On large teams, all of the above scales badly. And the conventional techniques which are: keeping the project scope at the minimum, and keep more independent projects (should I say microservices?) which help well with the management of teams and management of bug fixes create even more problems with dependencies because you have a bigger number of projects with different dependencies in this case. And chances that you will have different technologies in different microservices. With each one having on its own set of quirks.
So vagga aims to provide the following:
- Common user experience for all the package managers and build tools
- Lower bar of contributing to a project no matter what technology does it use
- Seamless support of subprojects (with different dependencies)

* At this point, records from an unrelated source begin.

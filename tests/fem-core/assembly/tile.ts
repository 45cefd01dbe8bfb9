import type { EdgeCondition, Section, Setup } from '@gapwright/fem-core';
import type { System } from '@gapwright/fem-core/equations';
import { assemble, buildSystem, numberUnknowns } from '@gapwright/fem-core/equations';
import { forEachSample } from '@gapwright/fem-core/field';
import type { Mesh } from '@gapwright/fem-core/mesh';
import { cornerCount, edgeCount, triangleCount } from '@gapwright/fem-core/mesh';
import { potentialOf } from '../../../packages/fem-core/src/assembly/unknowns.js';
import { AIR, box, STEEL } from '../../laws/sections.js';

/** A rectangle with a saturable block, a slanted magnet and a round bar: every kind of material, straight and curved. */
export const tile: Section = {
  outline: { kind: 'rectangle', from: [0, 0], to: [0.06, 0.04] },
  background: 'air',
  maxEdge: 0.03,
  regions: [
    box('steel', 0, 0, 0.06, 0.01),
    {
      name: 'magnet',
      shape: {
        kind: 'polygon',
        corners: [
          [0.008, 0.013],
          [0.028, 0.015],
          [0.025, 0.025],
          [0.009, 0.024],
        ],
      },
    },
    { name: 'bar', shape: { kind: 'circle', centre: [0.045, 0.026], radius: 0.007 } },
  ],
  matched: [
    ['left', 'right'],
    ['bottom', 'top'],
  ],
};

export const sources: Setup = {
  materials: { air: AIR, steel: STEEL, magnet: { kind: 'magnet', recoil: 1.08, remanence: [0.4, 1.1] }, bar: AIR },
  currentDensity: { bar: 2e6 },
};

/** All of the tile, sources and iron, with the conditions of its sides. */
export const withEdges = (edges: Readonly<Record<string, EdgeCondition>>, setup: Setup = sources): Setup => ({
  ...setup,
  edges,
});

export const naturalSides: Readonly<Record<string, EdgeCondition>> = {
  left: { kind: 'crossing' },
  right: { kind: 'crossing' },
  bottom: { kind: 'crossing' },
  top: { kind: 'crossing' },
};

export const systemOf = (mesh: Mesh, setup: Setup): System => buildSystem(mesh, setup, numberUnknowns(mesh, setup));

export const potentialAt = (system: System, u: Float64Array): Float64Array =>
  potentialOf(system.unknowns, u, new Float64Array(system.source.length));

export function residualAt(system: System, u: Float64Array): Float64Array {
  const residual = new Float64Array(system.unknowns.count);
  assemble(system, potentialAt(system, u), residual);
  return residual;
}

/** The tangent as a full square, rows after one another. */
export function tangentAt(system: System, u: Float64Array): Float64Array {
  const lower = new Float64Array(system.pattern.row.length);
  assemble(system, potentialAt(system, u), new Float64Array(system.pattern.n), lower);
  return squareOf(system, lower);
}

export function squareOf({ pattern: { n, start, row } }: System, lower: Float64Array): Float64Array {
  const square = new Float64Array(n * n);
  for (let j = 0; j < n; j++) {
    for (let p = start[j]; p < start[j + 1]; p++) {
      square[n * row[p] + j] = lower[p];
      square[n * j + row[p]] = lower[p];
    }
  }
  return square;
}

/** The functional whose least value the solution is: the stored energy less the integral of J A, J/m. */
export function functionalAt(system: System, setup: Setup, u: Float64Array): number {
  const { mesh } = system;
  const potential = potentialAt(system, u);
  const report = { converged: true, steps: 0, residuals: [], stepLengths: [], unknowns: 0, factorEntries: 0 };
  let sum = 0;
  forEachSample({ mesh, setup, potential, report }, 'all', (s) => {
    const density = setup.currentDensity?.[mesh.regionNames[mesh.triangleToRegion[s.triangle]]] ?? 0;
    sum += s.area * (s.energy - density * s.a);
  });
  return sum;
}

/** Unknowns of a field of about the given flux density in tesla, with nothing regular about it. */
export const unevenField = (system: System, density: number): Float64Array =>
  Float64Array.from({ length: system.unknowns.count }, (_, i) => 0.008 * density * Math.sin(3 + 1.7 * i * i));

export const largest = (v: ArrayLike<number>): number =>
  Array.from(v).reduce((most, value) => Math.max(most, Math.abs(value)), 0);

/**
 * The mesh and its copy shifted to the right by its width, joined where the left and right sides meet; regions of the
 * copy bear a prime. Corners and edges of the first keep their numbers, those of the copy follow.
 *
 * @returns the joined mesh, and where each node of the given one went in the copy
 */
export function doubleUp(mesh: Mesh, width: number): { mesh: Mesh; copyOf: Int32Array } {
  const [n, e, m] = [cornerCount(mesh), edgeCount(mesh), triangleCount(mesh)];
  const [left, right] = ['left', 'right'].map((name) => mesh.sideNames.indexOf(name));
  const cornerTo = new Int32Array(n).fill(-1);
  const edgeTo = new Int32Array(e).fill(-1);
  for (let k = 0; k < e; k++) {
    if (mesh.edgeToSide[k] !== left) continue;
    const mate = mesh.edgeToMatch[k]; // the left side of the copy is the right side of the first
    edgeTo[k] = mate;
    for (const end of [0, 1]) cornerTo[mesh.edges[2 * k + end]] = mesh.edges[2 * mate + end];
  }
  const [newCorners, newEdges] = [cornerTo, edgeTo].map((to, i) => {
    const kept: number[] = [];
    to.forEach((known, k) => {
      if (known >= 0) return;
      to[k] = (i === 0 ? n : e) + kept.length;
      kept.push(k);
    });
    return kept;
  });
  const shifted = (xy: Float64Array, k: number): number[] => [xy[2 * k] + width, xy[2 * k + 1]];
  const sideOf = (k: number, copy: boolean): number =>
    mesh.edgeToSide[k] === (copy ? left : right) ? -1 : mesh.edgeToSide[k];
  const matchOf = (k: number, copy: boolean): number => {
    const mate = mesh.edgeToMatch[k];
    if (mate < 0 || sideOf(k, copy) < 0) return -1;
    const across = mesh.edgeToSide[k] === left || mesh.edgeToSide[k] === right;
    return copy !== across ? edgeTo[mate] : mate;
  };
  const both = (of: (k: number, copy: boolean) => number): Int32Array =>
    Int32Array.from([...Array.from({ length: e }, (_, k) => of(k, false)), ...newEdges.map((k) => of(k, true))]);
  const around = (list: Int32Array, to: (value: number) => number): Int32Array =>
    Int32Array.from([...list, ...Array.from(list, to)]);
  const joined: Mesh = {
    ...mesh,
    xy: Float64Array.from([...mesh.xy, ...newCorners.flatMap((k) => shifted(mesh.xy, k))]),
    middles: Float64Array.from([...mesh.middles, ...newEdges.flatMap((k) => shifted(mesh.middles, k))]),
    triangles: around(mesh.triangles, (v) => cornerTo[v]),
    triangleToEdge: around(mesh.triangleToEdge, (k) => edgeTo[k]),
    neighbours: around(mesh.neighbours, (t) => (t < 0 ? -1 : t + m)),
    triangleToRegion: around(mesh.triangleToRegion, (region) => region + mesh.regionNames.length),
    regionNames: [...mesh.regionNames, ...mesh.regionNames.map((name) => `${name}'`)],
    edges: Int32Array.from([
      ...mesh.edges,
      ...newEdges.flatMap((k) => [cornerTo[mesh.edges[2 * k]], cornerTo[mesh.edges[2 * k + 1]]]),
    ]),
    edgeToCurve: both((k) => mesh.edgeToCurve[k]),
    edgeToSide: both(sideOf),
    edgeToMatch: both(matchOf),
    curved: Uint8Array.from([...mesh.curved, ...mesh.curved]),
  };
  joinNeighbours(joined, m);
  halveStraightEdges(joined);
  const copyOf = Int32Array.from([...cornerTo, ...Array.from(edgeTo, (k) => cornerCount(joined) + k)]);
  return { mesh: joined, copyOf };
}

/** Shifted middles are half-way but for rounding; a mesh promises them to the last bit. */
function halveStraightEdges({ xy, edges, middles, edgeToCurve, curves }: Mesh): void {
  edgeToCurve.forEach((curve, k) => {
    if (curve >= 0 && curves[curve].kind === 'arc') return;
    for (const i of [0, 1]) middles[2 * k + i] = 0.5 * (xy[2 * edges[2 * k] + i] + xy[2 * edges[2 * k + 1] + i]);
  });
}

/** Triangles of the first and of the copy that share an edge become neighbours. */
function joinNeighbours(mesh: Mesh, m: number): void {
  const slotOf = new Map<number, number>();
  for (let slot = 0; slot < 3 * m; slot++) if (mesh.neighbours[slot] < 0) slotOf.set(mesh.triangleToEdge[slot], slot);
  for (let slot = 3 * m; slot < 6 * m; slot++) {
    const across = mesh.neighbours[slot] < 0 ? slotOf.get(mesh.triangleToEdge[slot]) : undefined;
    if (across === undefined) continue;
    mesh.neighbours[slot] = Math.floor(across / 3);
    mesh.neighbours[across] = Math.floor(slot / 3);
  }
}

And the tools to provide this are:
- Simple YAML’y config
- Proper versioning of everything installed
- Configure commands not just dependencies
- Commands are higher-level, may have multiple containers and may supervise multiple processes
The Current Status
Vagga does an excellent job for many projects. Its process management facilities are good enough. It can track list of dependencies and versions. It has built-in commands for Python and Nodejs. Everything that has no built-in commands can be installed with a couple of lines of bash. There are examples for Rust, C, Ruby, Haskell, Nim.
But we want to get this to the next level. Currently vagga versions the set of packages listed in vagga.yaml. I. e. if you want to “!NpmInstall [babel]” it have installed babel 5.x in October 2015 but in November 2015 it would install babel 6.x and get everything broken. While you could specify the version explicitly, it’s often overlooked. And it’s also tedious work for all the intermediate dependencies (well, installing babel + webpack in a simple project gets the tree of 1440 dependencies, so I would say it’s rather impossible).

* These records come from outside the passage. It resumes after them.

test('torque ripple: highest less lowest of sum e i over speed, by brute force', () => {
  const source = rich;
  const star = starAt(source, 420);
  const circuit = bridgeCircuit(star, 107.8, 0);
  const point = bridgePoint(source, bus(106, 0.9), 420);
  expect(point.torque_Nm * star.turning).toBeCloseTo(point.electromagnetic_W, 9);
  // stiff bus: sum e i = U i_dc + R sum i^2 + d/dt (L sum i^2 / 2); here from its parts, sampled
  const { stretches } = bridgePeriod(circuit);
  const samples = Array.from({ length: 20000 }, (_, i) => ((i + 0.5) * Math.PI) / 3 / 20000);
  const powers = samples.map((theta) => {
    const stretch = stretches.find(({ to }) => theta < to) ?? stretches[stretches.length - 1];
    return powerAt(circuit, stretch.flow, theta);
  });
  const range = Math.max(...powers) - Math.min(...powers);
  expect((point.torque_ripple * point.electromagnetic_W) / range).toBeCloseTo(1, 5);
});

/** Sum e i from the flow's own currents. */
function powerAt(circuit: ReturnType<typeof bridgeCircuit>, flow: Flow, theta: number): number {
  const quantities = evaluateFlow(flow, theta, new Float64Array(4));
  const currents = currentsOf(flow.state, quantities, new Float64Array(3));
  return emfAt(circuit, theta, new Float64Array(4))
    .subarray(0, 3)
    .reduce((sum, e, k) => sum + e * currents[k], 0);
}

The improved version is: during the first build we should generate “npm-shrinkwrap.json” and let it be committed to the git repository by the user. So every next build would use the same versions of all the packages until someone updates anything. This should, of course, work for all the supported package managers.
Vagga itself tries to be a higher-level package manager. So it needs some collaboration with every package manager to do its work well. Here is a quick round-up of what is needed:
- A way to extract plain list of dependencies from language specific file (if it’s a complicated format like setup.py or project.clj)

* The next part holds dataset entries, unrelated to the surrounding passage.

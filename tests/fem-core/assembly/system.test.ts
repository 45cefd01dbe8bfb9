import type { EdgeCondition, Material, Setup } from '@gapwright/fem-core';
import { InputError, MU0 } from '@gapwright/fem-core';
import type { Unknowns } from '@gapwright/fem-core/equations';
import { assemble, buildSystem, numberUnknowns } from '@gapwright/fem-core/equations';
import type { Mesh } from '@gapwright/fem-core/mesh';
import { meshSection, nodeCount, nodePoint, triangleNodes } from '@gapwright/fem-core/mesh';
import { EigenvalueDecomposition, Matrix } from 'ml-matrix';
import { describe, expect, test } from 'vitest';
import { gatherToUnknowns } from '../../../packages/fem-core/src/assembly/unknowns.js';
import { AIR, STEEL } from '../../laws/sections.js';
import {
  functionalAt,
  largest,
  naturalSides,
  potentialAt,
  residualAt,
  sources,
  squareOf,
  systemOf,
  tangentAt,
  tile,
  unevenField,
  withEdges,
} from './tile.js';

const mesh = meshSection(tile);
const nodes = nodeCount(mesh);

/** All nodes unknown: what the equations are before any side is bound. */
const freeOf = (of: Mesh): Unknowns => ({
  order: 2,
  count: nodeCount(of),
  unknownOf: Int32Array.from({ length: nodeCount(of) }, (_, i) => i),
  sign: new Int8Array(nodeCount(of)).fill(1),
  fixed: new Float64Array(nodeCount(of)),
  edges: of.edges,
});
const allFree = freeOf(mesh);

/** Eigenvalues of a symmetric matrix, rising. */
function spectrum(square: Float64Array): number[] {
  const n = Math.sqrt(square.length);
  const matrix = Matrix.from1DArray(n, n, square);
  return new EigenvalueDecomposition(matrix, { assumeSymmetric: true }).realEigenvalues.sort((a, b) => a - b);
}

const conditions: readonly (readonly [string, Readonly<Record<string, EdgeCondition>>])[] = [
  ['closed all round', {}],
  ['repeating left to right', { left: { kind: 'repeating' }, right: { kind: 'repeating' } }],
  ['reversing both ways', Object.fromEntries(mesh.sideNames.map((side) => [side, { kind: 'reversing' }]))],
  [
    'held at values other than 0',
    {
      left: { kind: 'applied', field: [0.2, 1.4] },
      right: { kind: 'potential', value: (_, y) => 0.03 * Math.sin(90 * y) },
      top: { kind: 'crossing' },
    },
  ],
];

const linear: Setup = { ...sources, materials: { ...sources.materials, steel: { kind: 'linear', muR: 700 } } };

describe('the stiffness of constant reluctivity', () => {
  const system = buildSystem(mesh, linear, allFree);
  const square = squareOf(system, system.linearValues);

  test('a uniform potential carries no current: rows sum to zero', () => {
    for (let i = 0; i < nodes; i++) {
      const row = square.subarray(nodes * i, nodes * (i + 1));
      expect(Math.abs(row.reduce((a, b) => a + b))).toBeLessThan(1e-12 * largest(row));
    }
  });

  test('its energy is that of the field: u K u/2 = B^2/(2 mu0) x area for a uniform field in air', () => {
    const materials = { air: AIR, steel: AIR, magnet: AIR, bar: AIR };
    const air = buildSystem(mesh, { materials }, allFree);
    const u = Float64Array.from({ length: nodes }, (_, node) => {
      const [x, y] = nodePoint(mesh, node);
      return 0.3 * y - 0.4 * x;
    });
    const residual = residualAt(air, u);
    const energy = 0.5 * u.reduce((sum, a, i) => sum + a * residual[i], 0);
    expect(Math.abs(energy / ((0.25 / (2 * MU0)) * 0.06 * 0.04) - 1)).toBeLessThan(1e-12);
    // And inside, where no outline takes it up, the residual of a uniform field is zero.
    const inside = numberUnknowns(mesh, { materials });
    residual.forEach((value, node) => {
      if (inside.unknownOf[node] >= 0) expect(Math.abs(value)).toBeLessThan(1e-12 * largest(residual));
    });
  });

  test('once a side is held it is positive definite; before, the uniform potential is its only null', () => {
    const small = meshSection({ ...tile, regions: tile.regions.slice(0, 2) });
    const n = nodeCount(small);
    const free = buildSystem(small, linear, freeOf(small));
    const [loose, bound] = [free, systemOf(small, linear)].map((one) => spectrum(squareOf(one, one.linearValues)));
    const top = loose[n - 1];
    expect(Math.abs(loose[0])).toBeLessThan(1e-12 * top);
    expect(loose[1]).toBeGreaterThan(1e-9 * top);
    expect(bound[0]).toBeGreaterThan(1e-9 * top);
  });

  test('the sources of a magnet sum to zero, those of a current to the current', () => {
    const sum = system.source.reduce((a, b) => a + b);
    // The bar is a circle of quadratic edges: its area is that of the disc to the fourth order.
    expect(Math.abs(sum / (2e6 * Math.PI * 0.007 ** 2) - 1)).toBeLessThan(2e-3);
    const magnet = buildSystem(mesh, { ...linear, currentDensity: {} }, allFree).source;
    expect(Math.abs(magnet.reduce((a, b) => a + b))).toBeLessThan(1e-12 * magnet.reduce((a, b) => a + Math.abs(b)));
  });
});

describe.each(conditions)('sides %s', (_, edges) => {
  const setup = withEdges(edges);
  const system = systemOf(mesh, setup);
  const n = system.unknowns.count;

  test.each([0.05, 2.5])('the residual is the gradient of the functional, at about %f T', (density) => {
    const u = unevenField(system, density);
    const residual = residualAt(system, u);
    const step = 1e-6 * largest(u);
    for (let i = 0; i < n; i += 23) {
      const at = (s: number): number =>
        functionalAt(
          system,
          setup,
          u.map((value, k) => (k === i ? value + s : value)),
        );
      const slope = (at(step) - at(-step)) / (2 * step);
      // Rounding of the functional over the step bounds what the difference can tell.
      const rounding = (1e-14 * Math.abs(at(0))) / step;
      expect(Math.abs(slope - residual[i])).toBeLessThan(2e-5 * largest(residual) + rounding);
    }
  });

  test.each([0.05, 2.5])('the tangent is the derivative of the residual, and symmetric, at about %f T', (density) => {
    const u = unevenField(system, density);
    const tangent = tangentAt(system, u);
    const step = 1e-6 * largest(u);
    const scale = largest(tangent);
    let worst = 0;
    for (let j = 0; j < n; j += 11) {
      const at = (s: number): Float64Array =>
        residualAt(
          system,
          u.map((value, k) => (k === j ? value + s : value)),
        );
      const [low, high] = [at(-step), at(step)];
      worst = Math.max(worst, largest(high.map((value, i) => (value - low[i]) / (2 * step) - tangent[n * i + j])));
    }
    expect(worst).toBeLessThan(1e-5 * scale);
  });

  test('bound sides take part of the equations of all nodes: summed with their signs, none changed', () => {
    const free = buildSystem(mesh, setup, allFree);
    const u = unevenField(system, 1.2);
    const potential = potentialAt(system, u);
    const whole = residualAt(free, potential);
    const expected = gatherToUnknowns(system.unknowns, whole, new Float64Array(n));
    const residual = residualAt(system, u);
    residual.forEach((value, i) => {
      expect(Math.abs(value - expected[i])).toBeLessThan(1e-12 * largest(whole));
    });
  });

  test('asking for the tangent changes nothing about the residual', () => {
    const u = unevenField(system, 1.2);
    const [alone, beside] = [new Float64Array(n), new Float64Array(n).fill(7)];
    assemble(system, potentialAt(system, u), alone);
    const tangent = new Float64Array(system.pattern.row.length).fill(Number.NaN);
    assemble(system, potentialAt(system, u), beside, tangent);
    expect(beside).toEqual(alone);
    expect(tangent.every(Number.isFinite)).toBe(true);
  });
});

describe('a strip one element wide, so that two nodes of a triangle are one unknown', () => {
  const strip = meshSection({
    outline: { kind: 'rectangle', from: [0, 0], to: [0.01, 0.04] },
    background: 'steel',
    regions: [],
    matched: [['left', 'right']],
  });

  test.each(['repeating', 'reversing'] as const)('%s', (kind) => {
    for (const steel of [STEEL, { kind: 'linear', muR: 50 } as const]) {
      const edges = { left: { kind }, right: { kind }, top: { kind: 'crossing' } } as const;
      const system = systemOf(strip, { materials: { steel }, edges });
      const n = system.unknowns.count;
      const shared = Array.from({ length: strip.triangles.length / 3 }, (_, t) => {
        const at = Array.from(triangleNodes(strip, t, new Int32Array(6)), (node) => system.unknowns.unknownOf[node]);
        return at.filter((i, k) => i >= 0 && at.indexOf(i) < k).length;
      });
      expect(largest(shared)).toBeGreaterThan(0);
      const u = unevenField(system, 0.6);
      const tangent = tangentAt(system, u);
      const step = 1e-6 * largest(u);
      for (let j = 0; j < n; j++) {
        const at = (s: number): Float64Array =>
          residualAt(
            system,
            u.map((value, k) => (k === j ? value + s : value)),
          );
        const [low, high] = [at(-step), at(step)];
        const wrong = largest(high.map((value, i) => (value - low[i]) / (2 * step) - tangent[n * i + j]));
        expect(wrong).toBeLessThan(1e-6 * largest(tangent));
      }
    }
  });
});

test('held values act as the field they belong to: a uniform applied field is a solution of air', () => {
  const materials = { air: AIR, steel: AIR, magnet: AIR, bar: AIR };
  const applied: EdgeCondition = { kind: 'applied', field: [0.7, -0.2] };
  const setup = { materials, edges: Object.fromEntries(mesh.sideNames.map((side) => [side, applied])) };
  const system = systemOf(mesh, setup);
  const exact = Float64Array.from(system.nodeOf, (node) => {
    const [x, y] = nodePoint(mesh, node);
    return 0.7 * y + 0.2 * x;
  });
  const start = residualAt(system, new Float64Array(system.unknowns.count));
  expect(largest(start)).toBeGreaterThan(0);
  expect(largest(residualAt(system, exact))).toBeLessThan(1e-13 * largest(start));
});

test('a curve that is a straight line gives the equations of linear steel', () => {
  const muR = 700;
  const straight: Material = {
    kind: 'curve',
    curve: {
      b: Float64Array.of(0, 5),
      h: Float64Array.of(0, 5 / (muR * MU0)),
      slope: Float64Array.of(1 / (muR * MU0), 1 / (muR * MU0)),
      energy: Float64Array.of(0, 12.5 / (muR * MU0)),
    },
  };
  const curved = systemOf(mesh, { ...sources, materials: { ...sources.materials, steel: straight } });
  const plain = systemOf(mesh, linear);
  const u = unevenField(plain, 0.4);
  const [a, b] = [residualAt(curved, u), residualAt(plain, u)];
  expect(largest(a.map((value, i) => value - b[i]))).toBeLessThan(1e-11 * largest(b));
  const [s, t] = [tangentAt(curved, u), tangentAt(plain, u)];
  expect(largest(s.map((value, i) => value - t[i]))).toBeLessThan(1e-11 * largest(t));
});

test('the tile is met in every scale alike: sizes times s leave the tangent, and the residual at A times s', () => {
  // K has the unit of a reluctivity; J times 1/s keeps the field.
  const small = 1e-4;
  const shrunk = meshScaled(small);
  const [a, b] = [systemOf(mesh, sources), systemOf(shrunk, { ...sources, currentDensity: { bar: 2e6 / small } })];
  const u = unevenField(a, 1.1);
  const [ra, rb] = [
    residualAt(a, u),
    residualAt(
      b,
      u.map((value) => small * value),
    ),
  ];
  expect(largest(ra.map((value, i) => value - rb[i] / small))).toBeLessThan(1e-10 * largest(ra));
  const [ta, tb] = [
    tangentAt(a, u),
    tangentAt(
      b,
      u.map((value) => small * value),
    ),
  ];
  expect(largest(ta.map((value, i) => value - tb[i]))).toBeLessThan(1e-9 * largest(ta));
});

const meshScaled = (s: number): typeof mesh => ({
  ...mesh,
  xy: mesh.xy.map((value) => s * value),
  middles: mesh.middles.map((value) => s * value),
});

describe('materials', () => {
  const without = (...names: string[]): Setup => ({
    ...sources,
    materials: Object.fromEntries(Object.entries(sources.materials).filter(([name]) => !names.includes(name))),
  });

  test('every region that covers any area needs one; all that lack it are told', () => {
    const build = () => systemOf(mesh, without('bar', 'air'));
    expect(build).toThrow(InputError);
    expect(build).toThrow(/air: has no material[\s\S]*bar: has no material/);
  });

  test('a region that is covered by later ones needs none', () => {
    const hidden = meshSection({
      ...tile,
      regions: [{ name: 'hidden', shape: { kind: 'circle', centre: [0.045, 0.026], radius: 0.003 } }, ...tile.regions],
    });
    expect(hidden.regionNames).toContain('hidden');
    expect(() => systemOf(hidden, sources)).not.toThrow();
  });
});

test('natural sides: the pinned node is all that holds the potential; rows that do not meet it sum to zero', () => {
  const setup = withEdges(naturalSides, { ...linear, currentDensity: {} });
  const system = systemOf(mesh, setup);
  const { count, unknownOf } = system.unknowns;
  const square = squareOf(system, system.linearValues);
  const unbound = buildSystem(mesh, setup, allFree);
  const free = squareOf(unbound, unbound.linearValues);
  const pin = unknownOf.indexOf(-1);
  const scale = largest(square);
  for (let i = 0; i < count; i++) {
    const sum = square.subarray(count * i, count * (i + 1)).reduce((a, b) => a + b);
    expect(Math.abs(sum + free[nodes * system.nodeOf[i] + pin])).toBeLessThan(1e-12 * scale);
  }
});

- A command to generate a tree of dependencies with exact versions installed (into custom file)
- Some means to update only the changed dependencies
- Simple way to override package installation and cache directory
Most of the things current package managers handle, but either have no interface for the thing or have poor support for some features. For example, most package managers always put the cache in a home directory (and even crash silently when the home doesn’t exist). Pip has “freeze” command which doesn’t work well with “git” repositories. Cargo has a “Cargo.lock” that is generated only as a side effect of the build process (and no separate install dependencies step). npm is unable to put package.json and npm-shrinkwrap.json under different names.
In the near future, I’m going to file the issues for the respective package managers to add or fix the stuff. This was partly the motivation to write the article.
I realized that vagga is more like zc.buildout (except not python-centric) only when writing this article. I mean it had all the concepts since the beginning. But my vision became clearer while writing the text. This is just a funny fact. But this realization will probably improve my roadmap in the future.
Overall, the package management is often a mess today. And I hope my work on vagga will both give the vagga users a great experience and contribute a lot to consistency between various package managers as a side effect.